Emerging Solar Technologies

Perovskite solar cells: These synthetic crystal-based cells can be manufactured at low temperatures using printing processes, potentially reducing costs dramatically. Lab efficiencies have reached 26%+, and perovskite-silicon tandem cells have exceeded 33% — breaking the theoretical single-junction Shockley-Queisser limit of 33.7%. Oxford PV began commercial production of tandem cells in 2025. Durability challenges (moisture sensitivity, lead content) are being rapidly addressed with encapsulation and lead-free formulations.

Building-integrated photovoltaics (BIPV): Solar cells integrated into building facades, windows, and roofing materials. Transparent solar cells that generate electricity while allowing light to pass through are approaching commercial viability — researchers at Michigan State University have achieved 10% efficiency with 50% transparency, potentially turning every building surface into a power generator.

Floating solar (floatovoltaics): Installing panels on reservoirs, lakes, and coastal waters. Floating solar reduces land use conflicts, benefits from water cooling (improving panel efficiency by 5-10%), and reduces reservoir evaporation by up to 70%. This green technology innovation is growing rapidly in land-constrained countries like Japan, South Korea, Singapore, and the Netherlands. Global floating solar capacity exceeded 6 GW in 2025.

Space-based solar: Collecting solar energy in orbit (where sunlight is 40% more intense and available 24/7) and beaming it to Earth via microwaves. While still theoretical at scale, the European Space Agency's SOLARIS programme and Caltech's MAPLE experiment have demonstrated key components. Space-based solar could eventually provide baseload clean energy anywhere on Earth.

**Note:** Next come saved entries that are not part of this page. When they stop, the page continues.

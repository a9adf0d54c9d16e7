import { compareTables } from './compare.js';
import type { DataSource } from './data.js';
import type { RefitError } from './errors.js';
import { explainMismatch, impliedSampleSize, loadTable } from './explain.js';
import type { FormulaTerm } from './formula.js';
import { fitModel } from './model.js';
import { buildRefitOutput, type RefitOutput, type RefitResult } from './output.js';
import { parseTermMap, type ReportedSet } from './reportedTable.js';
import { parseAnalysisSpec, type AnalysisSpecInput } from './spec.js';

/**
 * One refit from a data source that is already at hand: fits the model,
 * tests the slopes, compares with what the manuscript reports and searches
 * the slips. The refit command calls it with a path (after checking its
 * files); the web page with the text of the file the user chose. Reading
 * the reported table is the caller's (the command reads a file within a
 * time budget, the page reads the pasted text directly).
 */

export interface RefitRunOptions {
  /** How the data is named in the report (the path given, or the chosen file's name). */
  dataName: string;
  /** The text report tests the homogeneity of slopes unless told not to. */
  slopesByDefault: boolean;
  /** Reported names mapped to model terms (termMapOf). */
  map: Map<string, string>;
  /** Reads what the manuscript reports, for the model's terms; absent when nothing is reported. */
  readReported?: (terms: readonly FormulaTerm[]) => Promise<ReportedSet>;
}

/** Reported names mapped to terms: names shown with --name first match their variables, then the --map entries. */
export function termMapOf(spec: AnalysisSpecInput, mapEntries: readonly string[]): Map<string, string> {
  const displayed = Object.entries((spec.names ?? {}) as Record<string, string>).map(([variable, name]) => `${name}=${variable}`);
  return parseTermMap([...displayed, ...mapEntries]);
}

function codesText(codes: unknown): string {
  return Array.isArray(codes) ? codes.join(',') : String(codes);
}

/** Validates the description, fits the model and builds the report's output object. */
export async function refitOutputOf(source: DataSource, spec: AnalysisSpecInput, options: RefitRunOptions): Promise<RefitOutput> {
  const { map } = options;
  const resolved = parseAnalysisSpec(spec); // validate before reading data
  const model = await fitModel(source, spec, { keepOutcome: spec.levene !== undefined });
  const table = model.anova();
  const result: RefitResult = {
    dataFile: options.dataName,
    model,
    table,
    missing: Object.entries(spec.missing ?? {}).map(([column, codes]) => ({ column, codes: codesText(codes) })),
  };
  // Homogeneity of regression slopes: asked for, or by default in the text report of an ANCOVA.
  if (resolved.slopes === true || (resolved.slopes === undefined && options.slopesByDefault)) {
    const { testSlopes } = await import('./assumptions.js');
    result.slopes = await testSlopes(source, spec, model);
  }
  if (options.readReported !== undefined) {
    const reported = await options.readReported(model.spec.formula.terms);
    const comparison = compareTables(table, reported, map);
    result.reported = reported;
    result.comparison = comparison;
    result.impliedN = impliedSampleSize(table, reported);
    if (reported.means) {
      const { compareMeans } = await import('./compareMeans.js');
      result.meansComparison = compareMeans(model, reported.means, map);
    }
    // A report with no ANOVA rows (means or comparisons only) has no table slip to search.
    if (!comparison.allMatch && comparison.compared + comparison.unmatched.length + comparison.ambiguous.length > 0) {
      const data = await loadTable(source);
      result.explained = await explainMismatch(data, spec, model, comparison, reported, map);
    }
  }
  return buildRefitOutput(result);
}

function isDigit(code: number): boolean {
  return code >= 48 && code <= 57;
}

/**
 * The counts of a ragged-row message, "<n> fields, but the header has <m>
 * columns", read by walking the digits: a regular expression with an
 * unanchored run of digits backtracks quadratically on a long one (the
 * message holds the file's name).
 */
function raggedCounts(message: string): { fields: number; width: number } | null {
  const middle = ' fields, but the header has ';
  const at = message.indexOf(middle);
  if (at < 0) return null;
  let start = at;
  while (start > 0 && isDigit(message.charCodeAt(start - 1))) start--;
  const widthStart = at + middle.length;
  let end = widthStart;
  while (end < message.length && isDigit(message.charCodeAt(end))) end++;
  if (start === at || end === widthStart || !message.startsWith(' columns', end)) return null;
  return { fields: Number(message.slice(start, at)), width: Number(message.slice(widthStart, end)) };
}

/** Adds row and column to data-file errors that name only part of the place. */
export function refitErrorMessage(error: RefitError): string {
  const { file, row, column } = error.details;
  if (file === undefined) return error.message;
  const rest = (prefix: RegExp) => error.message.replace(prefix, '').trim();
  if (error.code === 'RAGGED_ROW' && row !== undefined && column === undefined) {
    const counts = raggedCounts(error.message);
    if (counts) {
      const { fields, width } = counts;
      const where = fields > width ? `column ${width + 1}` : `column ${fields + 1}`;
      return `${file}, row ${row}, ${where}: ${rest(/^[^:]*:\s*/)}`;
    }
  }
  if (error.code === 'UNKNOWN_COLUMN' && row === undefined && column !== undefined && error.message.startsWith(`${file}:`)) {
    return `${file}, row 1 (header), column '${column}': ${rest(/^[^:]*:\s*/)}`;
  }
  if (error.code === 'EMPTY_FILE' && row === undefined) {
    const r = /no data rows/.test(error.message) ? 2 : 1;
    return `${file}, row ${r}, column 1: ${rest(/^[^:]*:\s*/)}`;
  }
  return error.message;
}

Solar Manufacturing and Supply Chains

China dominates global solar manufacturing, producing over 80% of the world's polysilicon, wafers, cells, and modules. This concentration creates supply chain risks and geopolitical concerns, prompting diversification efforts. The US Inflation Reduction Act, the EU Solar Manufacturing Alliance, and India's PLI scheme aim to build domestic manufacturing capacity.

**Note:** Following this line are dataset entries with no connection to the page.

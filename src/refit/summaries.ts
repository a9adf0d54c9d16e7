import { fUpperTail } from '../stats/fDistribution.js';
import { tTwoTailed } from '../stats/tDistribution.js';
import { tQuantileUpper } from '../stats/quantiles.js';
import { RefitError } from './errors.js';
import type { FittedModel } from './model.js';

/**
 * What is printed next to an ANOVA table: the model's R² and adjusted R²,
 * the unadjusted descriptives of every cell of the factors, and Levene's
 * test of equal variances across those cells.
 *
 * ## Method
 * R²: 1 - SS_residual / SS_total, SS_total the outcome's sum of squares
 * about its mean, read from the factor R of [X y] as the squared entries of
 * y's column below the intercept's row (R is an orthogonal transform of
 * [X y] and its first row is the intercept's). Adjusted R²: 1 - (SS_residual
 * / df_residual) / (SS_total / (N - 1)).
 *
 * Cell descriptives: from each cell's triangular factor of [1, ..., y]
 * (accumulate.ts): n, the mean R[0][y] / R[0][0] (plus the outcome's
 * origin) and the sum of squares about the mean as the squared entries of
 * y's column below the first row; SD with n - 1 in the denominator.
 *
 * Levene's test: the absolute deviations z = |y - centre of its cell|
 * (centre the cell's median, Brown and Forsythe's variant, or its mean,
 * Levene's), then the one-way ANOVA F of z across the cells:
 * F = ((N - k) / (k - 1)) sum n_i (zbar_i - zbar)^2 / sum sum (z_ij - zbar_i)^2,
 * on k - 1 and N - k degrees of freedom. It needs the outcome values, kept
 * when the model is fitted with keepOutcome.
 *
 * Coefficients: b = R^{-1} (Q'y) from the same factor, SE = sqrt(MSE
 * e_j'(X'X)^{-1}e_j), t on the residual df. Covariate main-effect columns
 * are fitted measured from an origin (model.ts); the intercept printed is
 * the one of the covariates' raw values, b_0 + origin_y - sum_j b_j o_j,
 * with its SE from the same linear function.
 *
 * ## References
 * - Levene, H. (1960). Robust tests for equality of variances. In I. Olkin
 *   (Ed.), Contributions to Probability and Statistics (pp. 278-292).
 *   Stanford University Press.
 * - Brown, M. B. & Forsythe, A. B. (1974). Robust tests for the equality of
 *   variances. Journal of the American Statistical Association 69(346),
 *   364-367.
 * - Golub, G. H. & Van Loan, C. F. (2013). Matrix Computations, 4th ed.,
 *   section 5.3 (least squares by QR).
 */

export interface ModelFit {
  rSquared: number;
  adjustedRSquared: number;
  /** Sum of squares of the outcome about its mean. */
  totalSS: number;
}

export function modelFit(model: FittedModel): ModelFit {
  const p = model.columns.length;
  const r = model.rAug.data;
  let totalSS = 0;
  for (let i = 1; i <= p; i++) {
    const v = r[i * (p + 1) + p]!;
    totalSS += v * v;
  }
  const rSquared = 1 - model.residualSS / totalSS;
  const adjustedRSquared = 1 - model.residualSS / model.residualDf / (totalSS / (model.n - 1));
  return { rSquared, adjustedRSquared, totalSS };
}

export interface CellDescriptive {
  /** Level code of each factor, in factor order (model.factorVars). */
  levels: string[];
  /** "lo, 2" with labels where the description gives them; "all rows" without factors. */
  label: string;
  n: number;
  mean: number;
  /** Sample SD (n - 1); NaN for a cell of one row. */
  sd: number;
}

function cellLabel(model: FittedModel, levels: Int32Array): { codes: string[]; label: string } {
  const codes = model.factorVars.map((v, slot) => v.levels[levels[slot]!]!);
  const label = codes.length === 0 ? 'all rows' : codes.map((c, slot) => model.factorVars[slot]!.labels.get(c) ?? c).join(', ');
  return { codes, label };
}

/** Unadjusted n, mean and SD of the outcome in every cell of the factors (first factor slowest). */
export function cellDescriptives(model: FittedModel): CellDescriptive[] {
  return model.cells.map((cell) => {
    const q = Math.round(Math.sqrt(cell.r.length));
    const y = q - 1;
    const mean = model.outcomeOrigin + cell.r[y]! / cell.r[0]!;
    let ss = 0;
    for (let i = 1; i < q; i++) ss += cell.r[i * q + y]! ** 2;
    const { codes, label } = cellLabel(model, cell.levels);
    return { levels: codes, label, n: cell.n, mean, sd: cell.n > 1 ? Math.sqrt(ss / (cell.n - 1)) : NaN };
  });
}

export type LeveneCenter = 'median' | 'mean';

export interface LeveneTest {
  center: LeveneCenter;
  /** Number of groups (cells of the factors). */
  groups: number;
  F: number;
  df1: number;
  df2: number;
  p: number;
}

function median(values: readonly number[]): number {
  const s = [...values].sort((a, b) => a - b);
  const mid = s.length >> 1;
  return s.length % 2 === 1 ? s[mid]! : (s[mid - 1]! + s[mid]!) / 2;
}

/** Levene's test across the cells of the factors (the model must be fitted with keepOutcome). */
export function leveneTest(model: FittedModel, center: LeveneCenter = 'median'): LeveneTest {
  const groups = model.outcomeByCell;
  if (groups === undefined) throw new Error('leveneTest needs a model fitted with { keepOutcome: true }');
  const k = groups.length;
  if (k < 2) {
    throw new RefitError('INVALID_SPEC', "Levene's test compares the cells of the model's factors, and this model has none; leave out levene.", { field: 'levene' });
  }
  const n = groups.reduce((a, g) => a + g.length, 0);
  const z = groups.map((g) => {
    const c = center === 'median' ? median(g) : g.reduce((a, b) => a + b, 0) / g.length;
    return g.map((v) => Math.abs(v - c));
  });
  const zMeans = z.map((g) => g.reduce((a, b) => a + b, 0) / g.length);
  const zMean = z.reduce((a, g) => a + g.reduce((s, v) => s + v, 0), 0) / n;
  let between = 0;
  let within = 0;
  z.forEach((g, i) => {
    between += g.length * (zMeans[i]! - zMean) ** 2;
    for (const v of g) within += (v - zMeans[i]!) ** 2;
  });
  const df1 = k - 1;
  const df2 = n - k;
  const F = (df2 / df1) * (between / within);
  return { center, groups: k, F, df1, df2, p: fUpperTail(F, df1, df2) };
}

export interface Coefficient {
  /** The design column: "(Intercept)", "group[S.lo]", "group[T.hi]:dose[T.2]", "age". */
  name: string;
  estimate: number;
  se: number;
  t: number;
  df: number;
  p: number;
  lower: number;
  upper: number;
}

/** The regression coefficients of the design columns (the coding as fitted), with SE, t, two-sided p and interval. */
export function coefficientTable(model: FittedModel, level = 0.95): Coefficient[] {
  const p = model.columns.length;
  const beta = model.coefficients();
  const mse = model.residualSS / model.residualDf;
  const df = model.residualDf;
  const crit = tQuantileUpper((1 - level) / 2, df);
  return model.columns.map((column, j) => {
    const l = new Float64Array(p);
    l[j] = 1;
    let shift = 0;
    if (j === 0) {
      // The intercept at raw covariate values: undo the origins the covariates' main effects were measured from.
      shift = model.outcomeOrigin;
      model.columns.forEach((c, k) => {
        if (c.numeric.kind === 'delta') l[k] = -model.numericVars[c.numeric.slot]!.origin;
      });
    }
    let estimate = shift;
    for (let k = 0; k < p; k++) estimate += l[k]! * beta[k]!;
    const se = Math.sqrt(mse * model.unscaledVariance(l));
    const t = estimate / se;
    return { name: column.name, estimate, se, t, df, p: tTwoTailed(t, df), lower: estimate - crit * se, upper: estimate + crit * se };
  });
}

Material supply: Solar manufacturing requires silicon, silver, copper, aluminum, and glass. Silver use in solar cells is a growing concern — the industry consumed 20% of global silver production in 2024. Manufacturers are reducing silver content per cell (from 100mg to under 50mg) and developing silver-free metallization using copper plating. For some thin-film technologies, indium, gallium, or tellurium are needed, though in small quantities.

Challenges and the Path Forward

Intermittency: Solar only generates electricity during daylight hours and output varies with weather. This challenge is addressed through energy storage, grid interconnection, demand flexibility, and complementary generation sources like wind (which often peaks when solar is low) and geothermal (which provides 24/7 baseload).

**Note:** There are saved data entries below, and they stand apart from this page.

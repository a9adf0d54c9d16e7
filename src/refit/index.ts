/**
 * Refit: rebuild an ANOVA/ANCOVA table (types I, II, III) from raw data and
 * the model the authors describe, so it can be compared with the table a
 * manuscript reports.
 *
 * ```ts
 * const table = await fitAnova('study.csv', { model: 'score ~ group*dose + age', factors: { dose: {} } });
 * ```
 */
export { fitAnova, fitModel, FittedModel, codingValue } from './model.js';
export type { AnovaTable, AnovaRow, SsType, Coding, ModelTerm, DesignColumn } from './model.js';
export { parseAnalysisSpec, analysisSpecSchema, parseMissingRule, isMissingCode } from './spec.js';
export type { AnalysisSpec, AnalysisSpecInput, ResolvedSpec, MissingRule } from './spec.js';
export { parseFormula } from './formula.js';
export type { ParsedFormula, FormulaTerm } from './formula.js';
export { streamRows, detectDelimiter } from './data.js';
export type { DataSource, InMemoryTable, CellInput, VariableInfo } from './data.js';
export { marginalMeans, pairwiseComparisons, plannedContrast, holmAdjust } from './marginalMeans.js';
export type { MarginalMean, PairwiseComparison, ContrastResult, Adjustment, Alternative } from './marginalMeans.js';
export { RefitError } from './errors.js';
export type { RefitErrorCode, RefitErrorDetails } from './errors.js';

End-of-life recycling: With panels lasting 25-30+ years, the first wave of mass deployments is approaching end-of-life. The EU already mandates solar panel recycling, recovering 95%+ of materials including silicon, silver, copper, and glass. The solar panel recycling industry is expected to be a $2.7 billion market by 2030 — a critical circular economy challenge and opportunity.

Despite these challenges, solar energy's trajectory is clear. The International Renewable Energy Agency (IRENA) projects that solar will provide 30-40% of global electricity by 2050, requiring cumulative installations of 14-18 TW. With continued cost declines, efficiency improvements, storage integration, and manufacturing diversification, solar energy is the backbone of the clean energy transition.